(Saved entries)
• • •
@click.command(cls=OneLineCommand, short_help="Replace nodes' filters with freshly sized ones.")
@click.argument("nodes", nargs=-1, metavar="[NODE]...")
@click.option("--flagged", is_flag=True, help="Rebuild every node the saturation monitor flagged.")
@click.option("--capacity", type=click.IntRange(min=1, max=MAX_CAPACITY), default=None,
              help="Keys to size the new filter for, 1..2^40 (default: the policy's growth x current keys).")
@click.option("--fpr", type=click.FloatRange(0, 1, min_open=True, max_open=True), default=None,
              help="Target false-positive rate of the new filter (default: the policy target).")
@click.option("--dry-run", is_flag=True, help="Show the plan (capacity, geometry, reason) and change nothing.")
@click.option("--wait", is_flag=True, help="Show progress until every new filter has replaced the old one.")
@click.option("--wait-timeout", type=click.FloatRange(min=0, min_open=True), default=300.0, show_default=True,
              help="Seconds --wait waits before giving up (the rebuild itself continues).")
@coordinator_options
@guarded
def rebuild(nodes: tuple[str, ...], flagged: bool, capacity: int | None, fpr: float | None, dry_run: bool,
            wait: bool, wait_timeout: float, coordinator: str | None, token: str | None, config_file: str | None,
            timeout_s: float | None, as_json: bool) -> None:
    """Replace the filters of NODE... (or of --flagged nodes) with freshly sized ones.

    The old filter keeps serving until the new one is complete and verified.
    """
    if not nodes and not flagged:
        raise ClientError("name the nodes to rebuild or pass --flagged (see `shardsieve rebuild --help`)",
                          EXIT_USAGE)
    if dry_run and wait:
        raise ClientError("--dry-run changes nothing, so there is nothing to --wait for: drop one of them",
                          EXIT_USAGE)
    check_node_ids(*nodes)
    with open_client(coordinator, token, config_file, timeout_s) as client:
        status = client.fleet_status().nodes if wait else []
        before = {n.node_id: n.epoch for n in status}
        bits_before = {n.node_id: n.geometry.bits for n in status}
        reply = client.rebuild(list(nodes), flagged=flagged, capacity=capacity or 0, target_fpr=fpr or 0.0,
                               dry_run=dry_run)
        plan = [message_to_dict(p) for p in reply.plan]
        results: dict[str, dict[str, Any]] = {}
        if wait and reply.plan:
            results = wait_for_rebuilds(client, {p.node_id: before.get(p.node_id, 0) for p in reply.plan},
                                        [p.node_id for p in reply.plan if p.queued], wait_timeout,
                                        show_progress=not as_json, bits_before=bits_before,
                                        planned_bits={p.node_id: p.geometry.bits for p in reply.plan})
    if as_json:
        emit_json({"dry_run": reply.dry_run, "plan": plan,
                   "completed": [results[k] for k in sorted(results)] if wait else None})
        _fail_given_up(results)
        return
    out = console()
    if not reply.plan:
        out.print("nothing to rebuild" + (" (no node is flagged)" if flagged else ""))
        return
    table = Table(title="rebuild plan (dry run: nothing changed)" if reply.dry_run else "rebuild started")
    for col in ("node", "capacity", "target FPR", "geometry", "filter bytes", "replica bytes after", "state",
                "reason"):
        table.add_column(col, justify="right" if "bytes" in col or col == "capacity" else "left")
    for p in reply.plan:
        state = f"refused: {p.refused}" if p.refused else "queued" if p.queued else "start"
        table.add_row(p.node_id, fmt_count(p.capacity), fmt_rate(p.target_fpr), geometry_text(p.geometry),
                      fmt_count(p.filter_bytes), fmt_count(p.replica_bytes_after), state, p.reason,
                      style="bold red" if p.refused else None)
    out.print(table)
    if any(p.refused for p in reply.plan):
        out.print("[bold red]refused plans would not start[/]: without --dry-run the whole request is refused "
                  "and nothing starts")
    for nid in sorted(results):
        r = results[nid]
        out.print(f"{nid}: epoch {r['epoch_before']} -> {r['epoch_after']}, capacity {fmt_count(r['capacity'])}, "
                  f"fill {r['fill']:.1%}, predicted FPR {fmt_rate(r['predicted_fpr'])}"
                  + (" — GIVEN UP by the node, old size kept" if r["given_up"] else ""))
    _fail_given_up(results)
    queued = [p.node_id for p in reply.plan if p.queued]
    if queued and not wait and not reply.dry_run:
        out.print(f"queued (over the policy's max_concurrent_rebuilds): {', '.join(queued)} — the coordinator "
                  f"starts them as rebuild slots free up")
    if not wait and not reply.dry_run:
        out.print("follow it with `shardsieve status` (or rerun with --wait)")
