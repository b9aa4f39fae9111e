#!/usr/bin/env bash
# Build the shardsieve image on a host that cannot pull from any container registry.
#
#   1. base image: Debian bookworm with python3 (3.11) made by mmdebstrap, loaded with
#      `docker import` (skipped when the base image already exists);
#   2. wheelhouse: the project and its runtime dependencies as wheels, made on the host with
#      pip (compose/wheelhouse/, git-ignored);
#   3. project image: `docker build --build-arg BASE=<base>` from compose/, installing only
#      from the wheelhouse (no network inside the build).
#
# Usage: compose/make-offline-image.sh [--base NAME:TAG] [--image NAME:TAG] [--rebuild-base]
# Environment: SHARDSIEVE_BASE_IMAGE, SHARDSIEVE_IMAGE, PYTHON (host interpreter for pip),
#              DEBIAN_MIRROR (optional mirror URL for mmdebstrap).
# Needs: root (or rootless mmdebstrap), docker, mmdebstrap, python3 with pip.
set -euo pipefail

here="$(cd "$(dirname "$0")" && pwd)"
root="$(cd "$here/.." && pwd)"
base="${SHARDSIEVE_BASE_IMAGE:-shardsieve-base:bookworm}"
image="${SHARDSIEVE_IMAGE:-shardsieve:dev}"
python="${PYTHON:-python3}"
rebuild_base=0

# A host python3 without pip (plain Debian) gets a throwaway venv that has one.
if ! "$python" -m pip --version >/dev/null 2>&1; then
    pip_venv="$(mktemp -d)/pip-venv"
    "$python" -m venv "$pip_venv" || { echo "make-offline-image.sh: $python has neither pip nor venv" >&2; exit 1; }
    python="$pip_venv/bin/python"
fi

while [ $# -gt 0 ]; do
    case "$1" in
        --base) base="$2"; shift 2 ;;
        --image) image="$2"; shift 2 ;;
        --rebuild-base) rebuild_base=1; shift ;;
        -h|--help) sed -n '2,16p' "$0"; exit 0 ;;
        *) echo "make-offline-image.sh: unknown argument '$1' (see --help)" >&2; exit 2 ;;
    esac
done

say() { echo "== make-offline-image: $*"; }
# Run a chatty command with its output in a log; show the log only when it fails.
quietly() {
    local log rc=0
    log="$(mktemp)"
    "$@" >"$log" 2>&1 || rc=$?
    if [ "$rc" != 0 ]; then
        grep -v 'is ignored: it is neither a file nor a directory' "$log" >&2 || true
        echo "make-offline-image.sh: '$*' failed with exit code $rc" >&2
    fi
    rm -f "$log"
    return "$rc"
}
now() { date +%s; }

if ! docker info >/dev/null 2>&1; then
    echo "make-offline-image.sh: no Docker engine answers 'docker info'; start dockerd first" \
         "(.ci/docker-setup.sh does it)" >&2
    exit 1
fi

# 1. Base image.
t0=$(now)
if [ "$rebuild_base" = 0 ] && docker image inspect "$base" >/dev/null 2>&1; then
    say "base image $base exists; kept"
else
    command -v mmdebstrap >/dev/null || { echo "make-offline-image.sh: mmdebstrap is not installed" \
        "(apt-get install -y mmdebstrap)" >&2; exit 1; }
    work="$(mktemp -d)"
    trap 'rm -rf "$work"' EXIT
    say "mmdebstrap bookworm -> $base"
    # shellcheck disable=SC2086 # an empty mirror argument must vanish
    mmdebstrap --quiet --variant=apt --include=python3,python3-venv,ca-certificates \
        bookworm "$work/base.tar" ${DEBIAN_MIRROR:-}
    docker import --change 'CMD ["python3"]' "$work/base.tar" "$base" >/dev/null
    rm -f "$work/base.tar"
fi
t1=$(now)

# 2. Wheelhouse. The base's python is 3.11, so the wheels must be for CPython 3.11.
wheelhouse="$here/wheelhouse"
mkdir -p "$wheelhouse"
rm -f "$wheelhouse"/shardsieve-*.whl   # the project wheel always comes from the current tree
host_minor="$("$python" -c 'import sys; print("%d.%d" % sys.version_info[:2])')"
if [ "$host_minor" = "3.11" ]; then
    say "pip wheel . -> $wheelhouse"
    quietly "$python" -m pip wheel --quiet "$root" -w "$wheelhouse"
else
    # A different host Python: build the pure-Python project wheel, then fetch binary wheels
    # of its dependencies for CPython 3.11 on this architecture.
    say "host Python is $host_minor; fetching CPython 3.11 wheels for the image"
    quietly "$python" -m pip wheel --quiet --no-deps "$root" -w "$wheelhouse"
    arch="$(uname -m)"
    quietly "$python" -m pip download --quiet --only-binary=:all: --python-version 3.11 --implementation cp \
        --platform "manylinux_2_17_$arch" --platform "manylinux2014_$arch" \
        --platform "manylinux_2_28_$arch" --platform any \
        -d "$wheelhouse" "$wheelhouse"/shardsieve-*.whl
fi
t2=$(now)

# 3. Project image.
say "docker build $image (BASE=$base)"
quietly docker build --build-arg "BASE=$base" -t "$image" "$here"
t3=$(now)
say "done: base $((t1 - t0)) s, wheelhouse $((t2 - t1)) s, image $((t3 - t2)) s"
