class _Slice:
    """One group's rows, `width` bytes each, on a private anonymous map: page aligned (so a row
    of 2^j <= 64 bytes never straddles two cache lines) and resized in place (mremap on Linux:
    growing by one byte a row costs m new bytes, not a second copy of the slice)."""

    def __init__(self, bits: int) -> None:
        self.bits = bits
        self.width = 0
        self.change: _WidthChange | None = None
        self._map: mmap.mmap | None = None
        self.flat: npt.NDArray[np.uint8] | None = None    # the whole map, byte by byte
        self.rows: npt.NDArray[np.uint8] | None = None    # (bits, width) while no change runs
        self.words: npt.NDArray[np.unsignedinteger] | None = None   # rows as words for the AND

    @property
    def nbytes(self) -> int:
        return _pages(len(self._map)) if self._map is not None else 0

    @property
    def live_width(self) -> int:
        """Bytes of every row that hold slots lookups may read now."""
        return self.width if self.change is None else self.change.low

    def _set_views(self) -> None:
        if self._map is not None and hasattr(mmap, "MADV_HUGEPAGE"):
            # Transparent huge pages where the system offers them on request (numpy asks the
            # same for its own large arrays): rows read at random positions then miss the TLB
            # far less often (Linux madvise(2), MADV_HUGEPAGE).
            try:
                self._map.madvise(mmap.MADV_HUGEPAGE)
            except OSError:
                pass
        self.flat = None if self._map is None else np.frombuffer(self._map, dtype=np.uint8)
        if self.flat is not None and self.width and self.change is None:
            self.rows = self.flat[:self.bits * self.width].reshape(self.bits, self.width)
            self.words = self.rows.view(_word_dtype(self.width))
        else:
            self.rows = self.words = None

    def _remap(self, size: int) -> mmap.mmap | None:
        """Resize the map to `size` bytes (0: drop it); returns a map that is no longer used."""
        self.flat = self.rows = self.words = None   # a map with exported buffers cannot resize
        old = self._map
        if size == 0:
            self._map = None
            return old
        if old is None:
            self._map = mmap.mmap(-1, size, flags=mmap.MAP_PRIVATE)
            self._set_views()
            return None
        try:
            old.resize(size)
            self._set_views()
            return None
        except (BufferError, OSError, SystemError, ValueError):
            # No mremap on this platform (or a view of the map is still alive somewhere): copy
            # into a new map instead, under the lock; the old one is returned to be released.
            new = mmap.mmap(-1, size, flags=mmap.MAP_PRIVATE)
            keep = min(size, len(old))
            np.frombuffer(new, dtype=np.uint8)[:keep] = np.frombuffer(old, dtype=np.uint8)[:keep]
            self._map = new
            self._set_views()
            return old

    def row_offsets(self, pos: npt.NDArray[np.intp]) -> npt.NDArray[np.intp]:
        ch = self.change
        if ch is None:
            return pos * self.width
        return np.where(pos < ch.split, pos * ch.low, pos * ch.high)

    # -- single bits (deltas, diagnostics) -----------------------------------------------------
    def read(self, pos: npt.NDArray[np.intp], slot: int) -> npt.NDArray[np.uint8]:
        assert self.flat is not None
        bits = self.flat[self.row_offsets(pos) + (slot >> 3)]
        bits >>= np.uint8(slot & 7)
        bits &= np.uint8(1)
        return bits

    def write(self, pos: npt.NDArray[np.intp], slot: int, value: bool) -> None:
        """Set or clear slot's bit at every position (one row each: repeats write the same byte)."""
        assert self.flat is not None
        off = self.row_offsets(pos) + (slot >> 3)
        bit = np.uint8(1 << (slot & 7))
        if value:
            self.flat[off] |= bit
        else:
            self.flat[off] &= ~bit

    # -- whole columns, a chunk at a time (no width change running) ---------------------------
    def column(self, lo: int, hi: int, slot: int) -> npt.NDArray[np.uint8]:
        assert self.rows is not None
        bits = self.rows[lo:hi, slot >> 3] >> np.uint8(slot & 7)
        bits &= np.uint8(1)
        return bits

    def set_column(self, lo: int, hi: int, slot: int, bits: npt.NDArray[np.uint8]) -> None:
        assert self.rows is not None
        col = self.rows[lo:hi, slot >> 3]
        shift = slot & 7
        col &= np.uint8(~(1 << shift) & 0xFF)
        col |= bits << np.uint8(shift)

    # -- width changes -------------------------------------------------------------------------
    def begin_resize(self, width: int) -> tuple[bool, mmap.mmap | None]:
        """Start changing every row to `width` bytes (the bytes dropped must hold no used slot):
        (done at once, a map to release). Otherwise rows move in move_step()."""
        w = self.width
        if width > w:
            self._remap(self.bits * width)
            if w == 0:   # nothing to move
                self.width = width
                self._set_views()
                return True, None
            self.change = _WidthChange(split=self.bits, low=w, high=width, widening=True)
        else:
            if width == 0:
                self.width = 0
                return True, self._remap(0)
            self.change = _WidthChange(split=0, low=width, high=w, widening=False)
        self._set_views()
        return False, None

    def move_step(self, budget: int) -> bool:
        """Move about `budget` bytes of rows to their new place; True when the change is complete.

        A widening moves rows from the top down, a narrowing from the bottom up, so a move never
        overwrites a row that has not moved yet (numpy buffers a chunk that overlaps itself)."""
        ch, flat = self.change, self.flat
        assert ch is not None and flat is not None
        n = max(1, budget // ch.high)
        if ch.widening:
            a, b = max(0, ch.split - n), ch.split
            src = flat[a * ch.low:b * ch.low].reshape(b - a, ch.low)
            dst = flat[a * ch.high:b * ch.high].reshape(b - a, ch.high)[:, :ch.low]
            np.copyto(dst, src)
            ch.split = a
            done = a == 0
        else:
            a, b = ch.split, min(self.bits, ch.split + n)
            src = flat[a * ch.high:b * ch.high].reshape(b - a, ch.high)[:, :ch.low]
            dst = flat[a * ch.low:b * ch.low].reshape(b - a, ch.low)
            np.copyto(dst, src)
            ch.split = b
            done = b == self.bits
        if done:
            self.width = ch.high if ch.widening else ch.low
            self.change = None
            self._set_views()
        return done

    def tail(self) -> tuple[int, int]:
        """Page-aligned byte range of the map beyond the rows (left by a narrowing)."""
        if self._map is None:
            return 0, 0
        return _pages(self.bits * self.width), len(self._map)

    def release(self, start: int, end: int) -> None:
        """Return the pages of [start, end) to the system (they read as zeros afterwards)."""
        assert self._map is not None
        if end > start and hasattr(self._map, "madvise"):
            self._map.madvise(mmap.MADV_DONTNEED, start, end - start)

    def collapse(self, start: int, end: int) -> bool:
        """Gather [start, end) into huge pages (pages touched while the map was small, or moved
        by mremap, stay 4 KiB otherwise: a random row read then misses the TLB more often;
        measured ~4% on 256 nodes of 2^20 bits). False when the system does not offer it."""
        if self._map is None or _MADV_COLLAPSE is None or end - start < HUGE_PAGE_BYTES:
            return False
        try:
            self._map.madvise(_MADV_COLLAPSE, start, end - start)
        except OSError:
            return False
        return True

    def trim(self) -> None:
        """Shrink the map to the rows (its tail pages were released already)."""
        if self._map is not None and len(self._map) > self.bits * self.width:
            self._remap(self.bits * self.width)

    def detach(self) -> mmap.mmap | None:
        """Give up the map (the group is gone); returns it to be released."""
        return self._remap(0)

    # -- lookups -------------------------------------------------------------------------------
    def match(self, cols: npt.NDArray[np.intp], live: Packed | None) -> tuple[npt.NDArray[np.unsignedinteger], int]:
        """AND of the k rows per key of (k, n) positions, masked to the live slots (None: all
        live): (n, words) words whose set bits are candidate slots, and the bits per word.

        The keys go in chunks of about _MATCH_CHUNK_BYTES of rows: the gather buffer and the
        chunk of results stay in cache while k gathers are ANDed in, instead of a fresh
        batch-sized temporary per hash going through memory (measured ~20% faster at 4-word rows).
        """
        n = cols.shape[1]
        if self.change is not None:
            return self._match_during_change(cols, live), 8
        words = self.words
        assert words is not None
        dtype, per_row = words.dtype, words.shape[1]
        table = words.reshape(-1) if per_row == 1 else words
        out = np.empty((n,) + table.shape[1:], dtype=dtype)
        step = max(_MIN_MATCH_KEYS, _MATCH_CHUNK_BYTES // (per_row * dtype.itemsize))
        tmp = np.empty((min(step, n),) + table.shape[1:], dtype=dtype)
        for lo in range(0, n, step):
            hi = min(n, lo + step)
            acc, buf = out[lo:hi], tmp[:hi - lo]
            # mode="wrap": positions were bounds-checked by the caller, and np.take with out=
            # and the default mode="raise" copies through an extra buffer.
            np.take(table, cols[0, lo:hi], axis=0, out=acc, mode="wrap")
            for j in range(1, cols.shape[0]):
                np.take(table, cols[j, lo:hi], axis=0, out=buf, mode="wrap")
                np.bitwise_and(acc, buf, out=acc)
        if live is not None:
            np.bitwise_and(out, live.view(dtype), out=out)
        return out.reshape(n, per_row), dtype.itemsize * 8

    def _match_during_change(self, cols: npt.NDArray[np.intp], live: Packed | None) -> npt.NDArray[np.uint8]:
        """The same AND while rows sit at two strides: each row is read where it is now, as
        bytes, through a byte-granular window over the map (slower; only while rows move)."""
        flat, width = self.flat, self.live_width
        assert flat is not None
        window = as_strided(flat, shape=(flat.size - width + 1, width), strides=(1, 1), writeable=False)
        acc = window[self.row_offsets(cols[0])]
        for j in range(1, cols.shape[0]):
            np.bitwise_and(acc, window[self.row_offsets(cols[j])], out=acc)
        if live is not None:
            np.bitwise_and(acc, live, out=acc)
        return acc
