* tags: ``probe`` (probe id), ``quality`` (good, uncalibrated, temp_fault,
  mv_out_of_range, maintenance), ``site`` (the config's ``site:``; left out
  when empty);
* fields (floats): ``ph``, ``mv`` [mV], ``temp_c`` [°C], ``neutral_ph``,
  ``neutral_dev`` (pH minus neutral pH); a field that is NaN or infinite is
  left out of its line (mv is kept whenever it is finite, so a reading that
  could not be converted still records its raw potential);
* timestamp: the reading's own time, at ``precision`` (default ``ms``).

Alert events, measurement ``ph_alert`` (``alert_measurement:``)::

    ph_alert,limit=high,probe=tank-3,rule=effluent-band,site=demo-works value=9.4,threshold=9.0,state="unack_active",event="raise" 1764633600250

* tags ``rule``, ``probe``, ``limit``, ``site``; fields ``value``,
  ``threshold`` (floats, left out when not finite), ``state`` and ``event``
  (strings).  InfluxDB keeps all four; victoria-metrics keeps numbers only
  and records a string field as 0.

A point's identity is measurement + tag set + timestamp: writing the same
reading again overwrites it with itself, so re-sending after a crash or an
outage is harmless and the store can deliver at least once.

Precision
---------
``ms`` by default: victoria-metrics stores millisecond timestamps (finer ones
are truncated) and probe readings carry no meaningful sub-millisecond time.
``s``, ``us`` and ``ns`` are accepted for InfluxDB.  Timestamps are float64
epoch seconds, so ``ns`` is exact only to about a microsecond.

Store and forward
-----------------
``write`` turns the batch into line protocol and appends it to an on-disk
outbox (:mod:`probeflow.stores.outbox`), then returns: it never waits for the
network.  A forwarder thread sends the oldest rows (up to ``batch_lines``
lines) with influxdb-client's *synchronous* write API and deletes them only
after the server confirms.  The library's batching write API is not used: it
drops data on errors and at shutdown.

* connection errors, timeouts, 429, 5xx (and 401/403/404, which need a
  person to fix the token or bucket) are retried forever with exponential
  backoff capped at ``retry_max_s``; nothing is deleted;
* 400, 413 and 422 mean the server refuses something in the body: the batch
  is split in halves until each refused line is alone; refused lines move to
  the outbox's ``rejected`` table with the server's message, the rest land;
* the outbox has a quota (``outbox_quota_mb``): ``on_quota: block`` (default)
  holds ``write`` until there is room, so the pipeline is back-pressured;
  ``drop_oldest`` deletes the oldest unsent points, counts them in
  ``dropped_lines`` and logs every loss.  A warning is logged when the outbox
  passes ``quota_warn_fraction`` of its quota;
* on start the forwarder sends whatever a previous run left in the outbox.

The token (``token_env``, ``token_file`` or ``token``) is never logged, printed
or put in an error message.

Caution: alerts support operators; they are not a safety system.
"""

from __future__ import annotations

import logging
import os
import threading
import time
from collections.abc import Sequence
from pathlib import Path
from typing import Any, Literal

from pydantic import Field, SecretStr, field_validator, model_validator

from probeflow.batch import ProcessedBatch, QuarantineItem
from probeflow.errors import ConfigError, StoreError
from probeflow.events import AlertEvent
from probeflow.stores.base import StoreConfigBase, StoreContext
from probeflow.stores.line_protocol import alert_lines, escape_measurement, reading_lines
from probeflow.stores.outbox import Outbox, OutboxRow
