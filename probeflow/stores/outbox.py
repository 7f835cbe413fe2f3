"""A durable on-disk outbox of line-protocol lines (SQLite, WAL, full sync).

The time-series store appends lines here and returns; a forwarder thread takes
the oldest rows, sends them, and deletes them only after the server confirms.
What is still here when the service stops is sent on the next start.

Tables::

    outbox(id INTEGER PRIMARY KEY, precision TEXT, n_lines INTEGER, body BLOB)
        One row per chunk of up to ``max_lines_per_row`` lines, joined by "\\n".
        Ids grow, so "oldest first" is "lowest id first".  The precision is kept
        with the lines so a changed config never re-times lines queued earlier.
    rejected(id INTEGER PRIMARY KEY, at REAL, origin TEXT, line TEXT, reason TEXT)
        Lines the server refused (origin "server", with its message) and rows
        that could not be written as line protocol (origin "builder").

Durability: appends run on a connection with ``synchronous=FULL``, one
transaction per append, so a line acknowledged by ``append`` survives a
power cut.  Deletes after a confirmed send run on a second connection with
``synchronous=NORMAL``: losing one in a power cut only means the same points
are sent again, which overwrites them with themselves (a point's identity is
measurement + tag set + timestamp).  The file and its WAL are created with
mode 0600.

Quota (payload bytes, i.e. the sum of the stored line bytes): ``block`` makes
``append`` wait until the forwarder has made room (back-pressure on the
pipeline); ``drop_oldest`` deletes the oldest rows to make room, counts the
lost lines in ``dropped_lines`` and logs each loss.  A warning is logged
when the outbox passes ``warn_fraction`` of its quota.
"""

from __future__ import annotations

import logging
import os
import sqlite3
import threading
import time
from collections.abc import Iterable, Sequence
from dataclasses import dataclass
from pathlib import Path
from typing import Literal

from probeflow.errors import StoreError

__all__ = ["Outbox", "OutboxRow", "QuotaPolicy"]

QuotaPolicy = Literal["block", "drop_oldest"]

_SCHEMA = """
CREATE TABLE IF NOT EXISTS outbox (
    id INTEGER PRIMARY KEY,
    precision TEXT NOT NULL,
    n_lines INTEGER NOT NULL,
    body BLOB NOT NULL
);
CREATE TABLE IF NOT EXISTS rejected (
    id INTEGER PRIMARY KEY,
    at REAL NOT NULL,
    origin TEXT NOT NULL,
    line TEXT NOT NULL,
    reason TEXT NOT NULL
);
"""


@dataclass(frozen=True, slots=True)
class OutboxRow:
    id: int
    precision: str
    n_lines: int
    body: bytes


def _create_private(path: Path) -> None:
    """Create the database file with mode 0600 (SQLite gives its WAL and shm files the same mode)."""
    path.parent.mkdir(parents=True, exist_ok=True)
    fd = os.open(path, os.O_CREAT | os.O_RDWR, 0o600)
    os.close(fd)
    os.chmod(path, 0o600)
• • •
Exercise details: As the answer, set down only the lines from the data above between the one holding "timeout_s: float |" and the one holding "if not nodes", inclusive, exactly as they read.

Result:
            timeout_s: float | None, as_json: bool) -> None:
    """Replace the filters of NODE... (or of --flagged nodes) with freshly sized ones.

    The old filter keeps serving until the new one is complete and verified.
    """
    if not nodes and not flagged:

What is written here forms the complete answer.